Where Did God Go? (Getting Ready for Worship, August 10, 2008)

[Most weeks, I try to publish at least one post dealing with the appointed Bible lessons for the upcoming Sunday. My hope is that I can at least help the people of the parish I serve as pastor, Saint Matthew Lutheran Church in Logan, Ohio, to prepare for worship. Others may find these explorations helpful because we use the same Bible lessons used by most other North American Christians each Sunday.]

This Week's Bible Lessons:
1 Kings 19:9-18
Psalm 85:8-13
Romans 10:5-15
Matthew 14:22-33

The Prayer of the Day:
O God our defender, storms rage around and within us and cause us to be afraid. Rescue your people from despair, deliver your sons and daughters from fear, and preserve us in the faith of your Son, Jesus Christ, our Savior and Lord. Amen

A Few Thoughts:
1. All of the lessons for this week talk about the importance of listening to God amid the din of competing voices. Those competitors may include an idol-worshiping and bloodthirsty queen, as in the text from 1 Kings; performance-based religiosity as discussed by Paul in the Romans text; or fears the laws of nature will trump God's power as in the lesson from Matthew. Listening to God brings life, peace, and hope. Failing to do so leads to death, chaos, and fear.
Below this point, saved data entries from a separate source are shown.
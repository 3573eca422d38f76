// Dividends of one underlying, and the forward of a spot that pays them.
#pragma once

#include <cstdint>
#include <optional>
#include <span>
#include <string_view>
#include <vector>

#include "quotes/quote.h"

namespace duskgrid::market {

enum class DividendKind : std::uint8_t { cash, proportional };
std::string_view word(DividendKind kind);

// As stated: from `ex` on the spot trades without it.
struct DatedDividend {
  quotes::Instant ex;
  DividendKind kind;
  double amount;  // quote currency a share, >= 0; or a share of the spot, in [0, 1)
  bool operator==(const DatedDividend&) const = default;
};

// The same as seen from an as-of.
struct Dividend {
  double time;  // of going ex, years from now; outside (0, year_fraction) without effect
  DividendKind kind;
  double amount;
};

// Those that go ex after `from`, by time.
std::vector<Dividend> dividends_after(quotes::Instant from, std::span<const DatedDividend> dated);
// How many of them have gone ex before `year_fraction`.
std::size_t count_before(std::span<const Dividend> dividends, double year_fraction);

// What moves a spot until one expiry. Rates are continuous, decimals a year: the zero rate to the
// expiry, and the yield earned by holding the spot on top of the dividends (what is paid for
// borrowing it).
struct Financing {
  double spot;  // quote currency, > 0
  double rate;
  double borrow;
  double year_fraction;  // > 0
};

// F = S e^{(r - b) T} prod(1 - p_i) - sum of each D_i carried to T, less the proportional dividends
// that follow it: what it costs to buy the spot now and to deliver it at expiry. Dividends are by
// time. Not above 0 where they are worth more than the spot; that a spot may fall below a dividend
// would raise the forward a little, and is left out.
double forward_of(const Financing& financing, std::span<const Dividend> dividends);
// The borrow b that gives a forward, or nothing: none within +-kMostBorrow does.
inline constexpr double kMostBorrow = 5;
std::optional<double> borrow_of(double forward, const Financing& financing,
                                std::span<const Dividend> dividends);

}  // namespace duskgrid::market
2. It's easy to identify with Elijah, whose story is told in the lesson from 1 Kings, and Peter, whose faltering faith is recounted in the Matthew lesson.

Each have legitimate reasons for their fear. Elijah has been threatened with death by Jezebel, the foreign wife of Israel's king, Ahab. She was a promoter of the false god, Baal, encouraging idol-worship and the adulteration of Israel's dependence on Yahweh, the only God of the universe. She wanted Elijah dead and had sent messengers to him to say so.

When Peter sees Jesus walking on the stormy Sea of Galilee, he asks Jesus to help him do the same. Jesus calls him to climb out of the boat; Peter does so. He begins to walk on the water toward Jesus. But then it dawns on Peter: He can't walk on water.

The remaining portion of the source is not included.